If 500,000 Indians qualify for employment-based green cards, but only ~25k–30k can be allocated annually under the cap system, the remainder wait in line. That is why Indian EB-2 and EB-3 wait times can stretch into decades.

grahamgooch 1 day ago|||
Because it’s literally not better than the DmV
sunshowers 10 hours ago|||
The Oakland CA DMV, which is the one I live closest to, is quite nice. I've never had a bad time there.
ceejayoz 1 day ago||||
My county's DMV is fast and helpful.

Demand better from your government.

(And this still raises the question of why the consulates supposedly don't have this issue.)

truncate 1 day ago|||
DMV (at-least in Bay Area) is exponentially better and straighforward than any of processes around immigration / visa renewals.
grahamgooch 1 day ago|||
Exactly. An extra points for using HN lingo.:)
arrowleaf 1 day ago|||
From what I've gathered, the consular route is nowhere near immediate, especially if they are from one of the countries typically backlogged (e.g. India).
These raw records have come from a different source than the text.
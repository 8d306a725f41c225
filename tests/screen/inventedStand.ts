import { quantile, twoSided } from '../../src/stats/normal.js';
import type { Band } from '../../src/engine/band.js';
import type { AlarmView, ChannelView, StandView } from '../../src/screen/model.js';

/** A fixed moment, so that clocks and ages on the screen are known. */
export const NOW = Date.UTC(2031, 4, 7, 9, 41, 30);

/** An invented coolant-pump endurance cell: name, unit, centre, sigma, resolution. */
const QUANTITIES: readonly (readonly [channel: string, unit: string, centre: number, sigma: number, resolution: number])[] = [
  ['coolant-out', '°C', 82.4, 0.12, 0.01],
  ['coolant-in', '°C', 76.1, 0.1, 0.01],
  ['flow', 'L/min', 41.8, 0.35, 0.1],
  ['head-pressure', 'bar', 1.62, 0.008, 0.001],
  ['bearing-vibration', 'mm/s', 2.31, 0.09, 0.01],
  ['motor-current', 'A', 6.48, 0.04, 0.01],
];

/** Normal deviates that are the same on each run (Weyl sequence through the normal quantile). */
function deviates(seed: number): () => number {
  let state = (seed * 2654435761 + 12345) >>> 0;
  return () => {
    state = (Math.imul(state ^ (state >>> 15), 2246822519) + 3266489917) >>> 0;
    return quantile((state + 0.5) / 4294967296);
  };
}

export function band(centre: number, sigma: number, given: Partial<Band> = {}): Band {
  const n = 500;
  return {
    id: 'learned@499', origin: 'learned', centre, sigma, n, k: 3, low: centre - 3 * sigma, high: centre + 3 * sigma,
    centreUncertainty: sigma / Math.sqrt(n), sigmaUncertainty: sigma / Math.sqrt(2 * (n - 1)), ...given,
  };
}

/** @param slot place in the stand @param shift in sigmas, of the last tenth of the readings */
export function channel(slot: number, given: Partial<ChannelView> & { shift?: number; readings?: number } = {}): ChannelView {
  const { shift = 0, readings = 600, ...over } = given;
  const [name, unit, centre, sigma, resolution] = QUANTITIES[slot % QUANTITIES.length]!;
  const trend = new Float64Array(2000);
  const trendTimes = new Float64Array(2000);
  const next = deviates(slot + 1);
  const length = Math.min(readings, 2000);
  for (let i = 0; i < length; i++) {
    const z = Math.max(-2.9, Math.min(2.9, next())) + (i >= length * 0.9 ? shift : 0);
    trend[i] = Math.round((centre + sigma * z) / resolution) * resolution;
    trendTimes[i] = NOW - (length - 1 - i) * 200;
  }
  const value = length > 0 ? trend[length - 1]! : null;
  const z = value === null ? null : (value - centre) / sigma;
  const shown = trend.subarray(0, length);
  const mean = shown.reduce((a, b) => a + b, 0) / length;
  const sorted = shown.slice().sort();
  return {
    channel: slot < QUANTITIES.length ? name : `${name}-${String(slot + 1).padStart(3, '0')}`,
    unit, state: 'normal', settled: null, index: length - 1, time: NOW, value, stale: false, z,
    odds: z === null ? null : twoSided(z), band: band(centre, sigma), tolerance: null, resolution,
    trend, trendTimes, trendLength: length,
    window: length < 2 ? null : { n: length, mean, sd: sigma * 1.02, median: sorted[length >> 1]!, mad: 0.6745 * sigma, min: sorted[0]!, max: sorted[length - 1]! },
    lag1: 0.043, ...over,
  };
}

export function alarm(given: Partial<AlarmView> = {}): AlarmView {
  return {
    alarm: 'flow#1', channel: 'flow', detector: 'one-beyond-3', side: 'high', since: NOW - 72_000, signals: 4, odds: 1 / 370, clearedAt: null,
    sentence: 'flow is above its control limit 42.8 L/min: 43.3 L/min, +4.3 sigma from the centre 41.8 L/min (1 in 58 600).',
    ...given,
  };
}

/** A stand in which all is well, unless told otherwise. */
export function inventedStand(given: Partial<StandView> = {}, count = 6): StandView {
  return {
    stand: 'coolant pump cell 2', now: NOW, channels: Array.from({ length: count }, (_, slot) => channel(slot)),
    alarms: [], sources: [{ source: 'cell-bus', phase: 'open', sentence: 'open', faults: 0 }, { source: 'plc', phase: 'open', sentence: 'open', faults: 0 }],
    rate: 30, logTrouble: null, notice: null, ...given,
  };
}

/** The same with one channel in alarm, another that is settling, and a source that is lost. */
export function troubledStand(): StandView {
  const view = inventedStand();
  const channels = [...view.channels];
  channels[2] = channel(2, { shift: 4.3, state: 'alarm', tolerance: [39, 43.2] });
  channels[4] = channel(4, { state: 'settling', settled: [120, 500], band: null, z: null, odds: null, readings: 120 });
  return {
    ...view,
    channels,
    alarms: [
      alarm(),
      alarm({ alarm: 'flow#2', detector: 'eight-one-side', since: NOW - 31_000, odds: 1 / 256, sentence: 'The last 8 readings of flow all lie above the centre: it has shifted or drifts; now 43.3 L/min.' }),
      alarm({ alarm: 'coolant-in#1', channel: 'coolant-in', side: 'low', since: NOW - 900_000, clearedAt: NOW - 600_000, sentence: 'coolant-in is below its control limit 75.80 °C: 75.78 °C, -3.2 sigma from the centre 76.10 °C.' }),
    ],
    sources: [{ source: 'cell-bus', phase: 'open', sentence: 'open', faults: 3 }, { source: 'plc', phase: 'lost', sentence: '/dev/ttyUSB1 is not there; it is looked for every 2 s', faults: 0 }],
  };
}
You're saying that someone who gets married while on F1 + OPT/STEM should leave with their partner, potentially for months if not years, while pursuing the consular route.
grahamgooch 1 day ago||
No. All it leans that you go to the consulate on your appt and get your immigrant visa stamped - you get an appointment date and that’s it’s. It was a 3 hour process for me. I flew into Frankfurt and flew out the same evening.
kylehotchkiss 1 day ago||
Consulates are not nearly immediately. You have to wait months-years for appointments at some.